→ TASK PROMPT
Exactly the lines from the start of the data through the line containing "export const RUN_SHEET_CAUTIONS" should be output, with both ends kept and nothing added.

→ SUPPLIED INFORMATION
/**
 * The run sheet (issue 16): what the driver carries on a courier's run. Stops in order with their
 * times, addresses and phones; at each the boxes to load or unload by label and seal with their
 * contents by scientific name and count and whether venomous (50 CFR 14.81); the paperwork each
 * state on the way asks for, as Hatchway's rule library knows it (and "not reviewed" where nobody
 * reviewed a state's rules); the planned rests as guidance; an empty log for the van's temperature.
 */
import { PDFDocument } from "pdf-lib";
import { formatInstant } from "@shared/dates";
import { RUN_STOP_KIND_WORDS } from "@shared/words";
import { embedFonts, fitText, textWidthPt } from "./fonts";
import { COLORS, PageFlow, drawNoteBox, drawTable, type TableRow } from "./layout";

export type RunSheetBox = {
  label: string;
  sealNumber: string | null;
  contents: { scientificName: string; count: number; venomous: boolean | null }[];
};

export type RunSheetStop = {
  kind: "pickup" | "dropoff";
  arriveAt: string;
  leaveAt: string;
  timeZone: string;
  transferNumber: string;
  address: string;
  organizationName: string;
  contactName: string | null;
  phone: string;
  boxes: RunSheetBox[];
};

export type RunSheetState = {
  /** "Tennessee". */
  name: string;
  code: string;
  /** What the rule library says for the boxes, one line each ("HW-…: CVI needed (cite)"). */
  requirements: string[];
  /** Null when the rules were reviewed; otherwise why not, and whom to ask. */
  notReviewed: string | null;
};

export type RunSheetInput = {
  courierName: string;
  departAt: string;
  timeZone: string;
  vehicle: string;
  drivers: string[];
  drivingH: number;
  roadKm: number;
  finishAt: string;
  guidance: string;
  stops: RunSheetStop[];
  rests: { title: string; startAt: string; endAt: string; afterStop: number; timeZone: string }[];
  states: RunSheetState[];
  generatedAt: string;
};

const MARGINS = { top: 40, bottom: 52, left: 36, right: 36 };
const LOG_ROWS = 16;

export const RUN_SHEET_CAUTIONS = [
  "Rules summaries are not legal advice: confirm each state's requirements with its wildlife agency, and the animals' fitness to travel with a licensed veterinarian.",
  "Never leave boxes in a parked van without its climate control running; keep boxes upright, out of the sun and away from vents. Do not open boxes or the containers in them.",
  "Boxes marked VENOMOUS are opened only by the receiver. Different species do not share a container (CITES Rp/3 1.41).",
];

const venomousWords = (v: boolean | null) => (v === null ? "venomous: unknown" : v ? "VENOMOUS" : "not venomous");

export async function renderRunSheetPdf(input: RunSheetInput): Promise<Uint8Array> {
  const doc = await PDFDocument.create();
  doc.setTitle(`Run sheet ${input.courierName} ${input.departAt.slice(0, 10)}`);
  doc.setCreator("Hatchway");
  doc.setProducer("Hatchway");
  doc.setCreationDate(new Date(input.generatedAt));
  doc.setModificationDate(new Date(input.generatedAt));
  const fonts = await embedFonts(doc);
  const flow = new PageFlow(doc, fonts, MARGINS, (f) => {
    if (f.pages.length === 1) return;
    f.drawLine(
      `Run sheet · ${input.courierName} · leaves ${formatInstant(input.departAt, input.timeZone)}`,
      f.left,
      f.y - 8,
      {
        sizePt: 8,
        color: COLORS.muted,
      },
    );
    f.y -= 16;
  });

  drawTitle(flow, input);
  drawNoteBox(flow, "Please read", RUN_SHEET_CAUTIONS, {
    border: COLORS.amber,
    fill: COLORS.amberTint,
    title: COLORS.amber,
  });
  drawStops(flow, input);
  drawRests(flow, input);
  drawStates(flow, input);
  drawTemperatureLog(flow);
  drawFooters(flow, input);
  return doc.save();
}

function drawTitle(flow: PageFlow, input: RunSheetInput): void {
  flow.drawLine("HATCHWAY  ·  RUN SHEET", flow.left, flow.y - 10, { bold: true, sizePt: 9, color: COLORS.green });
  flow.page.drawText(fitText(flow.fonts.bold, input.courierName, 18, flow.width), {
    x: flow.left,
    y: flow.y - 32,
    size: 18,
    font: flow.fonts.bold,
    color: COLORS.ink,
  });
  flow.y -= 44;
  const boxes = input.stops.filter((s) => s.kind === "pickup").reduce((n, s) => n + s.boxes.length, 0);
  const facts: [string, string][] = [
    ["Leaves", formatInstant(input.departAt, input.timeZone)],
    ["Last stop done", formatInstant(input.finishAt, input.timeZone)],
    ["Van", input.vehicle],
    ["Drivers", input.drivers.length ? input.drivers.join(", ") : "not named"],
    ["Stops", `${input.stops.length} (${boxes} boxes)`],
    [
      "Driving",
      `${input.drivingH.toFixed(1)} h, ${Math.round(input.roadKm / 1.609344)} mi (${Math.round(input.roadKm)} km)`,
    ],
  ];
  const colW = flow.width / 3;
  facts.forEach(([label, value], i) => {
    const x = flow.left + (i % 3) * colW;
    const y = flow.y - Math.floor(i / 3) * 24;
    flow.drawLine(label.toUpperCase(), x, y - 6, { sizePt: 6.5, color: COLORS.muted });
    flow.page.drawText(fitText(flow.fonts.bold, value, 9, colW - 8), {
      x,
      y: y - 17,
      size: 9,
      font: flow.fonts.bold,
      color: COLORS.ink,
    });
  });
  flow.y -= 52;
}

function drawStops(flow: PageFlow, input: RunSheetInput): void {
  flow.heading("Stops in order");
  const rows: TableRow[] = [];
  input.stops.forEach((stop, i) => {
    const window = `${formatInstant(stop.arriveAt, stop.timeZone)} – ${formatInstant(stop.leaveAt, stop.timeZone).replace(/^.*, (\d\d:\d\d)/, "$1")}`;
    const who = [stop.organizationName, stop.contactName].filter(Boolean).join(", ");
    rows.push({
      cells: [
        { text: String(i + 1), bold: true },
        { text: RUN_STOP_KIND_WORDS[stop.kind], bold: true, color: stop.kind === "pickup" ? COLORS.green : COLORS.ink },
        { text: window },
        { text: stop.address, sub: `${who} · ${stop.phone}` },
        { text: stop.transferNumber, sub: `${stop.boxes.length} box${stop.boxes.length === 1 ? "" : "es"}` },
      ],
      keepWithNext: stop.boxes.length > 0,
      fill: COLORS.greenTint,
    });
    stop.boxes.forEach((box, b) => {
      const contents = box.contents
        .map((c) => `${c.scientificName} × ${c.count} (${venomousWords(c.venomous)})`)
        .join("; ");
      rows.push({
        cells: [
          `${stop.kind === "pickup" ? "Load" : "Unload"} ${box.label}, seal ${box.sealNumber ?? "none recorded"}: ${contents || "no animals listed"}`,
        ],
        span: true,
        indentPt: 24,
        keepWithNext: b < stop.boxes.length - 1,
      });
    });
  });
  drawTable(flow, {
    columns: [
      { header: "#", widthPt: 20, align: "right" },
      { header: "Do", widthPt: 50 },
      { header: "Planned (arrive – leave)", widthPt: 140 },
      { header: "Address, who, phone", widthPt: 250 },
      { header: "Transfer", widthPt: flow.width - 460 },
    ],
    rows,
    continuedTitle: "Stops in order (continued)",
  });
}

function drawRests(flow: PageFlow, input: RunSheetInput): void {
  flow.heading("Planned rests (guidance)");
  flow.paragraph(input.guidance, { sizePt: 8, color: COLORS.muted });
  flow.gap(4);
  if (input.rests.length === 0) {
    flow.paragraph("The plan needs no rest on this run.", { sizePt: 8.5 });
    return;
  }
  drawTable(flow, {
    columns: [
      { header: "After stop", widthPt: 60, align: "right" },
      { header: "Rest", widthPt: 250 },
      { header: "From", widthPt: 115 },
      { header: "Until", widthPt: flow.width - 425 },
    ],
    rows: input.rests.map((rest) => ({
      cells: [
        String(rest.afterStop + 1),
        rest.title,
        formatInstant(rest.startAt, rest.timeZone),
        formatInstant(rest.endAt, rest.timeZone),
      ],
    })),
  });
}

function drawStates(flow: PageFlow, input: RunSheetInput): void {
  flow.heading("Paperwork by state on the way");
  flow.paragraph(
    "What Hatchway's rule library asks for the boxes on board, state by state along the run. Where a state's rules were not reviewed, nothing here means nothing is needed: ask the state before you cross.",
    { sizePt: 8, color: COLORS.muted },
  );
  flow.gap(4);
  for (const state of input.states) {
    flow.ensure(40);
    flow.paragraph(`${state.name} (${state.code})`, { bold: true, sizePt: 9.5 });
    if (state.notReviewed) flow.bullet(`NOT REVIEWED: ${state.notReviewed}`, { color: COLORS.brick, sizePt: 8.5 });
    if (state.requirements.length === 0 && !state.notReviewed)
      flow.bullet("The reviewed rules ask nothing of these boxes here.", { sizePt: 8.5 });
    for (const line of state.requirements) flow.bullet(line, { sizePt: 8.5 });
  }
}

function drawTemperatureLog(flow: PageFlow): void {
  flow.heading("Van temperature log", 40 + 30 + LOG_ROWS * 22);
  flow.paragraph(
    "Read the van's thermometer at each stop and every few hours on the road; note anything outside the set range and what you did.",
    { sizePt: 8.5 },
  );
  flow.gap(4);
  drawTable(flow, {
    columns: [
      { header: "Date and time", widthPt: 110 },
      { header: "Where", widthPt: 150 },
      { header: "Van °F", widthPt: 60 },
      { header: "Box °F (if read)", widthPt: 80 },
      { header: "Note, initials", widthPt: flow.width - 400 },
    ],
    rows: Array.from({ length: LOG_ROWS }, () => ({ cells: [""], minHeightPt: 22 })),
    continuedTitle: "Van temperature log",
    grid: true,
  });
}

function drawFooters(flow: PageFlow, input: RunSheetInput): void {
  const total = flow.pages.length;
  flow.pages.forEach((page, i) => {
    page.drawLine({
      start: { x: flow.left, y: 38 },
      end: { x: flow.left + flow.width, y: 38 },
      thickness: 0.5,
      color: COLORS.rule,
    });
    const pageText = `Page ${i + 1} of ${total}`;
    const pageW = textWidthPt(flow.fonts.bold, pageText, 8);
    page.drawText(
      fitText(
        flow.fonts.regular,
        `Produced ${formatInstant(input.generatedAt, input.timeZone)} by Hatchway · rests are planning guidance`,
        7.5,
        flow.width - pageW - 20,
      ),
      { x: flow.left, y: 26, size: 7.5, font: flow.fonts.regular, color: COLORS.muted },
    );
    page.drawText(pageText, {
      x: flow.left + flow.width - pageW,
      y: 26,
      size: 8,
      font: flow.fonts.bold,
      color: COLORS.ink,
    });
  });
}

→ OUTPUT
/**
 * The run sheet (issue 16): what the driver carries on a courier's run. Stops in order with their
 * times, addresses and phones; at each the boxes to load or unload by label and seal with their
 * contents by scientific name and count and whether venomous (50 CFR 14.81); the paperwork each
 * state on the way asks for, as Hatchway's rule library knows it (and "not reviewed" where nobody
 * reviewed a state's rules); the planned rests as guidance; an empty log for the van's temperature.
 */
import { PDFDocument } from "pdf-lib";
import { formatInstant } from "@shared/dates";
import { RUN_STOP_KIND_WORDS } from "@shared/words";
import { embedFonts, fitText, textWidthPt } from "./fonts";
import { COLORS, PageFlow, drawNoteBox, drawTable, type TableRow } from "./layout";

export type RunSheetBox = {
  label: string;
  sealNumber: string | null;
  contents: { scientificName: string; count: number; venomous: boolean | null }[];
};

export type RunSheetStop = {
  kind: "pickup" | "dropoff";
  arriveAt: string;
  leaveAt: string;
  timeZone: string;
  transferNumber: string;
  address: string;
  organizationName: string;
  contactName: string | null;
  phone: string;
  boxes: RunSheetBox[];
};

export type RunSheetState = {
  /** "Tennessee". */
  name: string;
  code: string;
  /** What the rule library says for the boxes, one line each ("HW-…: CVI needed (cite)"). */
  requirements: string[];
  /** Null when the rules were reviewed; otherwise why not, and whom to ask. */
  notReviewed: string | null;
};

export type RunSheetInput = {
  courierName: string;
  departAt: string;
  timeZone: string;
  vehicle: string;
  drivers: string[];
  drivingH: number;
  roadKm: number;
  finishAt: string;
  guidance: string;
  stops: RunSheetStop[];
  rests: { title: string; startAt: string; endAt: string; afterStop: number; timeZone: string }[];
  states: RunSheetState[];
  generatedAt: string;
};

const MARGINS = { top: 40, bottom: 52, left: 36, right: 36 };
const LOG_ROWS = 16;

export const RUN_SHEET_CAUTIONS = [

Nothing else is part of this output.